*** Block opens ***
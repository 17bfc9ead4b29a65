package model

import (
	"kern/lang"
)

// body reads a block of assignments: what may stand in it and what each takes.
// It reports unknown and repeated properties.
func (b *builder) body(what string, d declared, block *lang.Block, take map[string]func(r *reader)) bool {
	return readBody(b.reader, what, d, block, take)
}

func readBody(newReader func(declared) *reader, what string, d declared, block *lang.Block, take map[string]func(r *reader)) bool {
	ok := true
	seen := map[string]*lang.Stmt{}
	for _, s := range block.Stmts {
		r := newReader(declared{d.decl, s})
		if s.Broken {
			ok = false
			continue
		}
		value, assigned := s.Assigned()
		if assigned {
			r.args = value
		}
		f, known := take[s.Word]
		switch {
		case !known:
			var words []string
			for w := range take {
				words = append(words, w)
			}
			p := lang.Problem{Rule: "unknown-property", Span: s.Head, Message: "'" + s.Word + "' is nothing that " + lang.A(what) + " has"}
			near, sure := nearest(s.Word, words, 1)
			if len(near) > 0 {
				p.Message += "; did you mean " + near[0] + "?"
				p.Fixes = append(p.Fixes, lang.Replace("Write "+near[0], sure, s.Head, near[0]))
			} else {
				sortStrings(words)
				p.Notes = append(p.Notes, "it has "+lang.OrList(words))
			}
			r.problem(p)
		case !assigned:
			noSign(r)
		case seen[s.Word] != nil:
			twice(r, seen[s.Word])
		default:
			f(r)
			r.end()
		}
		if seen[s.Word] == nil {
			seen[s.Word] = s
		}
		ok = ok && !r.failed
	}
	return ok
}

// noSign is the problem of a property without the sign and the value, or the
// sign alone.
func noSign(r *reader) {
	s := r.stmt
	if len(s.Args) == 0 {
		r.problem(lang.Problem{Rule: "missing-value", Span: s.Line, Message: "'" + s.Word + "' has no value: " + s.Word + " = …"})
		return
	}
	if sign := s.Args[0]; sign.Kind == lang.CompareExpr && sign.Text == "==" {
		r.problem(lang.Problem{Rule: "wrong-form", Span: sign.Span, Message: "a value is given with one sign: " + s.Word + " = …",
			Fixes: []lang.Fix{lang.Replace("Write =", true, sign.Span, "=")}})
		return
	}
	r.problem(lang.Problem{Rule: "wrong-form", Span: s.Line, Message: "a sign = is missing: " + s.Word + " = …",
		Fixes: []lang.Fix{lang.Replace("Add the sign", true, lang.Span{Start: s.Head.End, End: s.Head.End}, " =")}})
}

func twice(r *reader, first *lang.Stmt) {
	r.problem(lang.Problem{Rule: "value-given-twice", Span: r.stmt.Line, Message: "'" + r.stmt.Word + "' is given twice",
		Related: []lang.Related{{Place: lang.Place{Decl: r.decl, Span: first.Line}, Message: "given here first"}}})
}
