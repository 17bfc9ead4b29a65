package model

import (
	"kern/checker/action"
	"kern/checker/section"
	"kern/lang"
	"kern/lang/unit"
)

// joints reads the stiffness ratios of rigid joints: "joints 1.2 at base, 2.0 at
// top about major sway".
func (w *memberReader) joints(r *reader) {
	var j action.Joints
	ratio := want{what: "the stiffness ratio of a joint", min: 0.01, max: 1000}
	var given [2]bool
	for i := range 2 {
		v, span, ok := r.quantity(ratio)
		if !ok {
			return
		}
		if _, ok := r.wordOf("the end of the joint", "at"); !ok {
			return
		}
		end, ok := r.wordOf("the end", "base", "top")
		if !ok {
			return
		}
		at := map[string]int{"base": 0, "top": 1}[end]
		if given[at] {
			r.fail("value-given-twice", span, "the joint at the %s is given twice", end)
			return
		}
		given[at] = true
		*[]*float64{&j.Base, &j.Top}[at] = v
		if i == 0 {
			if c := r.peek(); c == nil || c.Kind != lang.CommaExpr {
				r.fail("wrong-form", r.after(), "the joint at the other end is missing: joints 1.2 at base, 2.0 at top about major sway")
				return
			}
			r.take()
		}
	}
	if _, ok := r.wordOf("the axis", "about"); !ok {
		return
	}
	a, ok := w.axis(r)
	if !ok {
		return
	}
	kind, ok := r.wordOf("whether the joints can move sideways", "sway", "braced")
	if !ok {
		return
	}
	j.Sway = kind == "sway"
	key := "joints about " + a.String()
	if first, again := w.first[key]; again {
		r.problem(lang.Problem{Rule: "value-given-twice", Span: r.stmt.Line, Message: "the " + key + " are given twice",
			Related: []lang.Related{{Place: lang.Place{Decl: first.decl, Span: first.stmt.Line}, Message: "given here first"}}})
		return
	}
	w.first[key] = declared{r.decl, r.stmt}
	w.m.Joints[a] = &j
}

// connected reads the leg by which a single angle is connected: "connected by long
// leg", with "space" for a web member of a box or space truss.
func (w *memberReader) connected(r *reader) {
	if _, ok := r.wordOf("the leg", "by"); !ok {
		return
	}
	leg, ok := r.wordOf("the leg", "long", "short")
	if !ok {
		return
	}
	if _, ok := r.wordOf("what is connected", "leg"); !ok {
		return
	}
	_, space := r.word("space")
	w.m.Leg = Leg{Long: leg == "long", Short: leg == "short", Space: space, Place: r.place(r.stmt.Line)}
}

// connectors reads what connects a pair of angles: "connectors every 600 mm welded".
func (w *memberReader) connectors(r *reader) {
	if _, ok := r.wordOf("the distance of the connectors", "every"); !ok {
		return
	}
	v, _, ok := r.quantity(want{what: "the distance of the connectors", dim: unit.Length, unit: "mm", min: 0.01, max: 50})
	if !ok {
		return
	}
	kind, ok := r.wordOf("how they connect", "welded", "pretensioned", "snug")
	if !ok {
		return
	}
	w.m.Connectors = Connectors{Every: v, Kind: kind, Place: r.place(r.stmt.Line)}
}

// fits looks whether what was said of joints and legs fits the rest of the member.
func (w *memberReader) fits() {
	m := w.m
	problem := func(at lang.Place, p lang.Problem) {
		if len(m.Missing) == 0 {
			p.Span = at.Span
			d, news := lang.Diagnostic{Decl: at.Decl, Problem: p}, true
			if at.Decl != m.Decl {
				d, news = w.takenOver(d)
			}
			if news {
				m.Problems = append(m.Problems, d)
			}
		}
		m.Missing = append(m.Missing, "a line in its block has an error")
	}
	if m.Leg.Stated() && m.Section != nil && m.Section.Shape.Kind != section.Angle {
		problem(m.Leg.Place, lang.Problem{Rule: "wrong-kind", Message: "a single angle is connected by one leg; this member is " + lang.A(m.Section.Shape.Kind.String())})
	}
	if m.Connectors.Every > 0 && m.Section != nil && m.Section.Shape.Kind != section.DoubleAngle {
		problem(m.Connectors.Place, lang.Problem{Rule: "wrong-kind", Message: "connectors connect the angles of a pair; this member is " + lang.A(m.Section.Shape.Kind.String())})
	}
	if m.Leg.Stated() && len(m.Lifts) > 0 {
		problem(m.Leg.Place, lang.Problem{Rule: "wrong-form", Message: "a member that is connected by one leg has one section from end to end, without lifts"})
	}
	for a, j := range m.Joints {
		if j == nil {
			continue
		}
		key := "joints about " + Axis(a).String()
		at := w.first[key]
		place := lang.Place{Decl: at.decl, Span: at.stmt.Line}
		if m.Factor[a] > 0 {
			problem(place, lang.Problem{Rule: "value-given-twice", Message: "the effective length factor about " + Axis(a).String() + " is given by 'effective' too"})
		}
		if len(m.Lifts) > 0 {
			problem(place, lang.Problem{Rule: "wrong-form", Message: "stiffness ratios of joints hold for a column of one section from joint to joint, without lifts"})
		}
		for _, h := range m.Holds {
			if a == 0 && h.Major || a == 1 && h.Minor {
				problem(place, lang.Problem{Rule: "wrong-form", Message: "stiffness ratios of joints hold for a column from joint to joint; this one is held between them about " + Axis(a).String(),
					Related: []lang.Related{{Place: h.Place, Message: "by this hold"}}})
				break
			}
		}
	}
}
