package model

import (
	"fmt"
	"math"
	"slices"

	"kern/checker/action"
	"kern/checker/derivation"
	"kern/lang"
)

// tabled tells whether a table has forces of one of the members that are read.
func (w *memberReader) tabled() bool {
	return slices.ContainsFunc(memberNames(w.m.Stmt), func(e *lang.Expr) bool { return w.env.imported[e.Text] != nil })
}

// imports gives the member the forces of a table in place of loads of its own.
func (m *Member) imports(in *Imported, show derivation.Units) {
	m.Problems, m.Missing, m.Assumed = slices.Clone(m.Problems), slices.Clone(m.Missing), slices.Clone(m.Assumed)
	m.Imported, m.Weight = in, false
	say := func(at lang.Place, rule, message string) {
		m.Problems = append(m.Problems, lang.Diagnostic{Decl: at.Decl, Problem: lang.Problem{Rule: rule, Span: at.Span, Message: message,
			Related: []lang.Related{{Place: in.Place, Message: "its forces in the table"}}}})
	}
	if len(m.Loads) > 0 {
		at := m.Loads[0].Place
		if at.Decl != m.Decl { // a line that is taken over is right where it stands
			at = lang.Place{Decl: m.Decl, Span: m.NameSpan}
		}
		say(at, "forces-and-loads", "the forces of "+m.Name+" come from the table '"+in.Table+"'; a load beside them would count twice")
		m.Missing = append(m.Missing, "it has both loads and forces from a table")
	}
	if len(in.Combinations) == 0 {
		m.Missing = append(m.Missing, "its forces in '"+in.Table+"' have an error")
		return
	}
	if math.IsNaN(m.Height) {
		return
	}
	first, last := in.Positions[0], in.Positions[len(in.Positions)-1]
	if tolerance := 1e-3 * m.Height; !in.Single && (math.Abs(first) > tolerance || math.Abs(last-m.Height) > tolerance) {
		m.Problems = append(m.Problems, lang.Diagnostic{Decl: in.Place.Decl, Problem: lang.Problem{Rule: "wrong-table", Span: in.Place.Span,
			Message: fmt.Sprintf("the forces of %s go from %s to %s; the member goes from 0 to %s", m.Name, show.Place(first), show.Place(last), show.Place(m.Height)),
			Related: []lang.Related{{Place: lang.Place{Decl: m.Decl, Span: m.NameSpan}, Message: "the member"}}}})
		m.Missing = append(m.Missing, "its forces in '"+in.Table+"' are not given from its base to its top")
	}
}

// Scaled is the same with the forces along the member and what bends it
// multiplied.
func (in *Imported) Scaled(axial, bending float64) *Imported {
	out := *in
	out.Combinations = make([]ImportedCombination, len(in.Combinations))
	for k, c := range in.Combinations {
		spans := slices.Clone(c.Spans)
		for i := range spans {
			for e := range 2 {
				spans[i].N[e] *= axial
				for a := range 2 {
					spans[i].M[a][e] *= bending
					spans[i].V[a][e] *= bending
				}
			}
		}
		out.Combinations[k] = ImportedCombination{c.Name, spans}
	}
	return &out
}

// List gives the combinations of a table. The factors count in combinations of
// the table, not in load cases.
func (in *Imported) List() []Combination {
	out := make([]Combination, len(in.Combinations))
	for i, c := range in.Combinations {
		factors := make([]float64, len(in.Combinations))
		factors[i] = 1
		out[i] = Combination{Combination: action.Combination{Name: c.Name, Factors: factors, Source: in.Table}, Label: c.Name, Place: in.Place}
	}
	return out
}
*** Block closes ***
PROBLEM TO WORK ON → Check each line of the material for the string "gives", then state how many lines have it and nothing more.

RESPONSE AREA → 2